Te Pīhopatanga o Te Upoko o Te Ika (the bishopric of the head of the fish, i.e. the southern part of the north island; aka Te Hui Amorangi..., lit. the synod...) is an Anglican diocese in the lower and western regions of the North Island in Aotearoa, New Zealand. According to a 2001 census, there were approximately 14,000 Maori Anglicans living in the region. Te Upoko o Te Ika (literally the head of the fish) is one of five pīhopatanga, or episcopal units, that comprise Te Pīhopatanga o Aotearoa, the Maori Anglican Church in New Zealand.

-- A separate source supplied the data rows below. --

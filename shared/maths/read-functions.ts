import type { Expr, FunctionName } from './expression.ts';
import { namesIn } from './names-in.ts';
import { readArgument, readExponent } from './read-arguments.ts';
import { readItems } from './read-atoms.ts';
import { mixedNumber } from './read-numbers.ts';
import { isMinusOne } from './read-power.ts';
import { numberOf, outer, type Reader } from './reader.ts';

const INVERSES: Partial<Record<string, FunctionName>> = {
  sin: 'arcsin',
  cos: 'arccos',
  tan: 'arctan',
  cot: 'arccot',
  sec: 'arcsec',
  csc: 'arccsc',
  sinh: 'arsinh',
  cosh: 'arcosh',
  tanh: 'artanh',
};
const SEVERAL = new Set(['gcd', 'lcm', 'min', 'max']);

/** A named function with its power and its argument, bracketed or not. */
export function readFunction(reader: Reader): Expr {
  const token = reader.next();
  let name = token.text as FunctionName;
  let power = reader.is('^') || reader.is('raised') ? readPowerOfFunction(reader) : null;
  if (power && isMinusOne(power)) {
    const inverse = INVERSES[name];
    if (!inverse) return reader.fail('missing-bracket', ['('], token);
    reader.flags.add('inverse-function');
    name = inverse;
    power = null;
  }
  const args = SEVERAL.has(name) ? readSeveral(reader) : [readFunctionArgument(reader)];
  const call: Expr = { kind: 'call', name, args, span: reader.span(token.start) };
  return power ? { kind: 'power', base: call, exponent: power, span: reader.span(token.start) } : call;
}

/** `\exp x`, a function in its own right. */
export function readExp(reader: Reader): Expr {
  const token = reader.next();
  const args = [readFunctionArgument(reader)];
  return { kind: 'call', name: 'exp', args, span: reader.span(token.start) };
}

export function readLog(reader: Reader): Expr {
  const token = reader.next();
  let base: Expr | null = token.kind === 'log2' ? numberOf(token, 2n) : null;
  let power: Expr | null = null;
  while (reader.is('_') || reader.is('^')) {
    if (reader.is('_')) {
      if (base) reader.fail('extra-bracket', []);
      reader.next();
      base = readArgument(reader);
    } else {
      if (power) reader.fail('extra-bracket', []);
      power = readPowerOfFunction(reader);
      if (isMinusOne(power)) reader.fail('missing-bracket', ['('], token);
    }
  }
  if (!base && token.text === 'log') reader.flags.add('log-base');
  const argument = readFunctionArgument(reader);
  const log: Expr = { kind: 'log', base, argument, span: reader.span(token.start) };
  return power ? { kind: 'power', base: log, exponent: power, span: reader.span(token.start) } : log;
}

function readPowerOfFunction(reader: Reader): Expr {
  const token = reader.next();
  if (token.kind === 'raised') return numberOf(reader.span(token.start), BigInt(token.text));
  return readExponent(reader);
}

function readSeveral(reader: Reader): Expr[] {
  const close = reader.is('(') ? ')' : reader.is('set(') ? 'set)' : null;
  if (!close) return reader.fail('missing-argument', ['(']);
  reader.next();
  const items = readItems(reader);
  reader.expect(close, 'missing-bracket', ')');
  return items;
}

/** The argument of a function: what its brackets hold, or what stands directly beside it. */
export function readFunctionArgument(reader: Reader): Expr {
  if (reader.is('(') || (reader.is('[') && reader.startsFactor()))
    return reader.grammar.atoms[reader.token.kind]!(reader);
  if (reader.is('{') && reader.peek(1).kind !== '}') return readGroupArgument(reader);
  reader.enter();
  const expr = readBeside(reader);
  reader.leave();
  return expr;
}

/** `\sin{2x}`: the group counts as written, so it may hold no bare sum. */
function readGroupArgument(reader: Reader): Expr {
  const { token } = reader;
  const expr = readArgument(reader);
  if (expr.kind === 'sum' && expr.terms.length > 1 && !expr.bracketed) {
    reader.fail('missing-bracket', ['('], { start: token.start, end: reader.lastEnd });
  }
  return expr;
}

function readBeside(reader: Reader): Expr {
  const { token } = reader;
  if (token.kind === '-') {
    reader.next();
    const expr = readBeside(reader);
    const span = reader.span(token.start);
    return { kind: 'sum', terms: [{ sign: 'minus', expr, span }], span };
  }
  const factors = [readFirst(reader)];
  const isFunction = FUNCTIONS.has(token.kind);
  while (!isFunction && reader.startsFactor() && !reader.token.gap && !differentialFollows(reader)) {
    if (!joinsArgument(reader, factors)) break;
    const factor = reader.grammar.power(reader);
    const last = factors[factors.length - 1]!;
    if (last.kind === 'number' && factor.kind === 'number' && !factor.bracketed)
      reader.fail('bad-number', ['*'], factor.span);
    const mixed = mixedNumber(reader, last, factor);
    if (mixed) factors[factors.length - 1] = mixed;
    else factors.push(factor);
  }
  const argument: Expr =
    factors.length === 1
      ? factors[0]!
      : { kind: 'product', factors, joins: factors.slice(1).map(() => 'implicit'), span: reader.span(token.start) };
  if (factors.length > 1 && factors.some((factor) => factor.kind !== 'number' && !isSymbol(factor))) {
    reader.flags.add('function-argument');
  }
  return reader.is('/') ? readSlashed(reader, argument) : argument;
}

const FUNCTIONS = new Set(['function', 'log', 'log2', 'exp']);

function readFirst(reader: Reader): Expr {
  if (!reader.startsFactor()) {
    return reader.fail(reader.is('text') ? 'text' : 'missing-argument', ['number', 'letter', '(']);
  }
  return reader.grammar.power(reader);
}

function differentialFollows(reader: Reader): boolean {
  const { context } = reader;
  return (context.endsAtDifferential || context.holdsDifferential) && reader.is('letter') && reader.atDifferential();
}

/** Does the next factor still belong to the argument? Letters and numbers do; for a bracket the author is asked. */
function joinsArgument(reader: Reader, factors: readonly Expr[]): boolean {
  const { kind } = reader.token;
  if (FUNCTIONS.has(kind) || CALCULUS.has(kind)) return false;
  const hasLetter = factors.some(holdsLetter);
  const isBlock = factors.some((factor) => factor.kind !== 'letter' && holdsLetter(factor) && !isSymbol(factor));
  const isExponential = (kind === 'e' || reader.token.text === 'e') && reader.peek(1).kind === '^';
  const isPlain = (kind === 'letter' || kind === 'number' || kind === 'e') && !isExponential;
  if (isPlain) return isBlock ? reader.choose('argument') : true;
  if (kind === '(' || kind === '[' || isExponential || hasLetter) {
    return reader.choose('argument') ? hasLetter : !hasLetter;
  }
  return true;
}

const CALCULUS = new Set(['int', 'sum', 'prod', 'lim']);

/** A letter or constant, or a power of one. */
function isSymbol(expr: Expr): boolean {
  if (expr.bracketed) return false;
  return expr.kind === 'letter' || expr.kind === 'constant' || (expr.kind === 'power' && isSymbol(expr.base));
}

function holdsLetter(expr: Expr): boolean {
  return namesIn(expr).size > 0;
}

/** `\sin x/2` is half the sine of x; the other way to read it is asked about. */
function readSlashed(reader: Reader, argument: Expr): Expr {
  reader.flags.add('function-argument');
  if (!reader.choose('argument-slash')) return argument;
  reader.next();
  const denominator = reader.grammar.power(reader);
  const span = reader.span(outer(argument).start);
  return { kind: 'quotient', numerator: argument, denominator, written: 'slash', span };
}
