import type { Expr, Line } from './expression.ts';

/** Equal structure; where it stands in the text (spans, brackets that change nothing) does not count. */
export function sameExpr(left: Expr, right: Expr): boolean {
  return sameData(left, right);
}

/** Equal structure of two lines, spans aside. */
export function sameLine(left: Line, right: Line): boolean {
  return sameData(left, right);
}

function sameData(left: unknown, right: unknown): boolean {
  if (left === right) return true;
  if (Array.isArray(left) && Array.isArray(right)) {
    return left.length === right.length && left.every((item, at) => sameData(item, right[at]));
  }
  if (!isRecord(left) || !isRecord(right)) return false;
  for (const key in left) if (!ignored(key) && !sameData(left[key], right[key])) return false;
  for (const key in right) if (!ignored(key) && right[key] !== undefined && left[key] === undefined) return false;
  return true;
}

function ignored(key: string): boolean {
  return key === 'span' || key === 'bracketed';
}

function isRecord(value: unknown): value is Record<string, unknown> {
  return typeof value === 'object' && value !== null && !Array.isArray(value);
}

There are several rohe, or ministry units, within Te Pīhopatanga o Te Upoko o Te Ika. These are:
 Taranaki-ki-te-Tonga, and
 Taranaki,
 Wainui-a-rua,
 Aotea-Kurahaupo,
 Manawatu-Rangitikei,
 Poneke,
 Te Awakairangi,
 Whitireia.

Bishops
The first bishop, Te Pīhopa o Te Upoko o Te Ika, was Muru Walters, from his consecration on 7 March 1992 until his retirement in 2018 and the administrator manager is Teri-Rori Kirkwood. On 4 May 2019, it was announced that Wai Quayle, Archdeacon of Wairarapa (in Te Pīhopatanga), was to become the next Pīhopa; she took her See with her consecration as a bishop on 12 September at Masterton by Don Tamihere, Archbishop and Primate of New Zealand, Te Pīhopa o Aotearoa and Te Pīhopa o Te Tairāwhiti (with his fellow-Primates Philip Richardson and Fereimi Cama). Quayle was made deacon in 2013 and ordained priest in 2014, by Walters in Masteron.